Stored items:
BEGIN

def collect(survey_path, *, map_result: dict | None = None, bar=None) -> dict:
    """Gather everything the report shows, as a dictionary (SI units).

    Parameters
    ----------
    survey_path : str or Path
        The survey TOML file.
    map_result : dict, optional
        What :func:`subsurf.feasibility.run_map` returned for this survey (its figures and
        scenario summary); without it the report has no map section.
    bar : subsurf.progress.Steps, optional
        Progress bar advanced once per stage.
    """
    from ..detection.budget import max_depth
    from ..planning.antennas import get_antenna, load_catalogue, make_target, rank_antennas, recommend
    from ..site.survey import load_survey
    from .outputs import CAUTION_LINES, collect_warnings

    def step(label):
        if bar is not None:
            bar.advance(label)

    with collect_warnings() as notes:
        survey = load_survey(survey_path)
        site = site_soil(survey)
        step("ground properties")
        ground = _ground_over_frequency(site.soil, REPORT_FREQS_HZ)

        catalogue = load_catalogue()
        antennas = [get_antenna(n, catalogue) for n in survey.antennas]
        t = survey.target
        target = make_target(t.kind, depth_m=t.depth_m, size_m=None if t.kind == "planar" else t.size_m,
                             material=t.material)
        rows = rank_antennas(site.soil.electrical, antennas, target)
        rec_name, reason = recommend(rows)
        for r in rows:
            r["recommended"] = r["name"] == rec_name
        step("maximum depth")
        eps_f, sig_f = site.soil.electrical(REPORT_FREQS_HZ)
        perf = sorted({round(a.effective_performance_db, 1) for a in antennas})
        gains = [a.gain for a in antennas]
        g_med = float(np.median(gains))
        levels = [perf[0]] if len(perf) == 1 else [perf[-1], perf[0]]
        curves = [(f"system performance {p:g} dB, gain {10 * math.log10(g_med):.0f} dBi",
                   np.asarray(max_depth(eps_f, sig_f, REPORT_FREQS_HZ, p, target=target, gain=g_med), float))
                  for p in levels]

        rec_ant = next((a for a in antennas if a.name == rec_name), None)
        chart_ant = rec_ant or max(antennas, key=lambda a: next(r["margin_db"] for r in rows if r["name"] == a.name))
        acq = _acquisition(chart_ant, site, target, area_m2=_site_area_m2(survey))
        step("depth chart")
        window_s = acq["window_s"]
        chart = _depth_chart(site.soil, site.sd, chart_ant.centre_freq_hz, chart_ant.separation_m, window_s,
                             draws=survey.draws, seed=survey.seed)
        step("maps")
        maps = _maps_section(map_result)

    return {
        "title": f"GPR planning report — {survey.name}",
        "generated": _dt.datetime.now().astimezone().strftime("%Y-%m-%d %H:%M %Z"),
        "survey": survey.describe(),
        "survey_obj": survey,
        "site_soil": site,
        "ground": ground,
        "ground_table_freqs_hz": sorted({a.centre_freq_hz for a in antennas}),
        "target": {"kind": t.kind, "depth_m": t.depth_m, "size_m": t.size_m, "material": t.material},
        "ranking": rows,
        "recommended": rec_name,
        "reason": reason,
        "chart_antenna": chart_ant.name,
        "antennas_illustrative": any(a.illustrative for a in antennas),
        "max_depth_curves": curves,
        "acquisition": acq,
        "depth_chart": chart,
        "maps": maps,
        "warnings": list(notes),
        "caution": list(CAUTION_LINES),
    }


_MAP_CAPTIONS = {
    "png_antennas": "Maximum detectable depth of the target across the site for each antenna (first scenario).",
    "png_scenarios": "How each scenario changes where the target can be reached.",
    "png_inputs": "The soil inputs on the survey grid, with the sample positions.",
}

#: map summary columns shown in the scenario comparison: key, header, format
_MAP_COLUMNS = (
    ("scenario", "scenario", "s"), ("antenna", "antenna", "s"),
    ("reach_pct", "area reached (%)", ".0f"), ("reach_headroom_pct", "reached with 6 dB to spare (%)", ".0f"),
    ("expected_reach_pct", "mean probability of reaching (%)", ".0f"),
    ("median_max_depth_m", "median max depth (m)", ".2f"), ("recommended_pct", "area where recommended (%)", ".0f"),
)


def _maps_section(map_result: dict | None) -> dict | None:
    """Figures (read from the files ``subsurf map`` wrote) and its scenario × antenna summary."""
    if not map_result:
        return None
    figs = []
    for key, path in map_result.get("paths", {}).items():
        path = Path(path)
        if key.startswith("png_") and path.is_file():
            figs.append({"caption": _MAP_CAPTIONS.get(key, path.stem.replace("_", " ")), "png": path.read_bytes(),
                         "file": path.name})
    return {"figures": figs, "summary": list(map_result.get("summary", [])),
            "files": (sorted(str(Path(p).relative_to(Path(map_result["out_dir"]))) if map_result.get("out_dir")
                             else Path(p).name for p in map_result.get("paths", {}).values())
                      if map_result.get("kept", True) else []),
            "monte_carlo": map_result.get("monte_carlo", {})}


# --- HTML -----------------------------------------------------------------------------------

_CSS = """
:root { --ink:#1d2733; --muted:#5d6b79; --accent:#0f6b66; --second:#b4532a; --line:#d5dbe1;
        --paper:#ffffff; --tint:#f3f6f5; --warn:#fdf3e7; }
* { box-sizing: border-box; }
body { margin:0; background:#eef1f0; color:var(--ink);
       font: 15px/1.5 "DejaVu Sans", "Liberation Sans", Arial, Helvetica, sans-serif; }
main { max-width: 980px; margin: 0 auto; background: var(--paper); padding: 28px 40px 48px; }
header.top { border-bottom: 3px solid var(--accent); padding-bottom: 12px; margin-bottom: 16px; }
header.top h1 { font-size: 26px; margin: 0 0 4px; letter-spacing: .2px; }
header.top p { margin: 2px 0; color: var(--muted); font-size: 13px; }
h2 { font-size: 20px; margin: 34px 0 10px; padding-bottom: 4px; border-bottom: 1px solid var(--line);
     color: var(--accent); }
h3 { font-size: 16px; margin: 20px 0 6px; }
.cards { display: grid; grid-template-columns: repeat(4, 1fr); gap: 10px; margin: 12px 0 14px; }
.card { background: var(--tint); border-left: 4px solid var(--accent); padding: 8px 12px; }
.card .k { font-size: 12px; color: var(--muted); text-transform: uppercase; letter-spacing: .5px; }
.card .v { font-size: 20px; font-weight: bold; }
.card .s { font-size: 12px; color: var(--muted); }
.card.bad { border-left-color: var(--second); }
.caution { background: var(--warn); border: 1px solid #e7c9a5; border-left: 5px solid var(--second);
           padding: 10px 14px; margin: 12px 0; font-size: 14px; }
.caution strong { color: var(--second); }
.note { color: var(--muted); font-size: 13px; }
nav.toc { columns: 2; font-size: 14px; background: var(--tint); padding: 10px 16px 10px 30px; margin: 10px 0; }
nav.toc ol { margin: 0; }
nav.toc a { color: var(--accent); text-decoration: none; }
main a { color: var(--accent); }
table { border-collapse: collapse; margin: 8px 0 14px; font-size: 13px; width: 100%; }
th, td { border-bottom: 1px solid var(--line); padding: 4px 8px; text-align: left; vertical-align: top; }
th { background: var(--tint); font-weight: bold; }
td.n, th.n { text-align: right; font-variant-numeric: tabular-nums; }
td.n { white-space: nowrap; }
td:first-child { white-space: nowrap; }
tr.rec td { background: #e3f1ef; font-weight: bold; }
figure { margin: 10px 0 18px; }
figure img { max-width: 100%; height: auto; border: 1px solid var(--line); display: block; }
figcaption { font-size: 13px; color: var(--muted); margin-top: 4px; }
.grid2 { display: grid; grid-template-columns: 1fr 1fr; gap: 12px; }
.verdict-reaches { color: var(--accent); font-weight: bold; }
.verdict-marginal { color: #8a6d0b; font-weight: bold; }
.verdict-no { color: var(--second); font-weight: bold; }
ul.warnings li { margin-bottom: 4px; }
ol.refs li { margin-bottom: 6px; font-size: 13px; }
footer { margin-top: 36px; font-size: 12px; color: var(--muted); border-top: 1px solid var(--line);
         padding-top: 8px; }
@media (max-width: 760px) { main { padding: 16px; } .cards { grid-template-columns: 1fr 1fr; }
  .grid2 { grid-template-columns: 1fr; } nav.toc { columns: 1; } }
@media print {
  @page { size: A4; margin: 14mm 12mm; }
  body { background: #fff; font-size: 10.5pt; }
  main { max-width: none; padding: 0; }
  nav.toc { display: none; }
  h2 { break-after: avoid; page-break-after: avoid; }
  figure, table, .cards, .caution { break-inside: avoid; page-break-inside: avoid; }
  a { color: inherit; text-decoration: none; }
  .card, th, tr.rec td, .caution { -webkit-print-color-adjust: exact; print-color-adjust: exact; }
}
"""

END

EXERCISE
Output each line of the records above exactly, beginning at the first, and stop once the line containing "levels = [perf[0]]" has been output.

WRITTEN SOLUTION
def collect(survey_path, *, map_result: dict | None = None, bar=None) -> dict:
    """Gather everything the report shows, as a dictionary (SI units).

    Parameters
    ----------
    survey_path : str or Path
        The survey TOML file.
    map_result : dict, optional
        What :func:`subsurf.feasibility.run_map` returned for this survey (its figures and
        scenario summary); without it the report has no map section.
    bar : subsurf.progress.Steps, optional
        Progress bar advanced once per stage.
    """
    from ..detection.budget import max_depth
    from ..planning.antennas import get_antenna, load_catalogue, make_target, rank_antennas, recommend
    from ..site.survey import load_survey
    from .outputs import CAUTION_LINES, collect_warnings

    def step(label):
        if bar is not None:
            bar.advance(label)

    with collect_warnings() as notes:
        survey = load_survey(survey_path)
        site = site_soil(survey)
        step("ground properties")
        ground = _ground_over_frequency(site.soil, REPORT_FREQS_HZ)

        catalogue = load_catalogue()
        antennas = [get_antenna(n, catalogue) for n in survey.antennas]
        t = survey.target
        target = make_target(t.kind, depth_m=t.depth_m, size_m=None if t.kind == "planar" else t.size_m,
                             material=t.material)
        rows = rank_antennas(site.soil.electrical, antennas, target)
        rec_name, reason = recommend(rows)
        for r in rows:
            r["recommended"] = r["name"] == rec_name
        step("maximum depth")
        eps_f, sig_f = site.soil.electrical(REPORT_FREQS_HZ)
        perf = sorted({round(a.effective_performance_db, 1) for a in antennas})
        gains = [a.gain for a in antennas]
        g_med = float(np.median(gains))
        levels = [perf[0]] if len(perf) == 1 else [perf[-1], perf[0]]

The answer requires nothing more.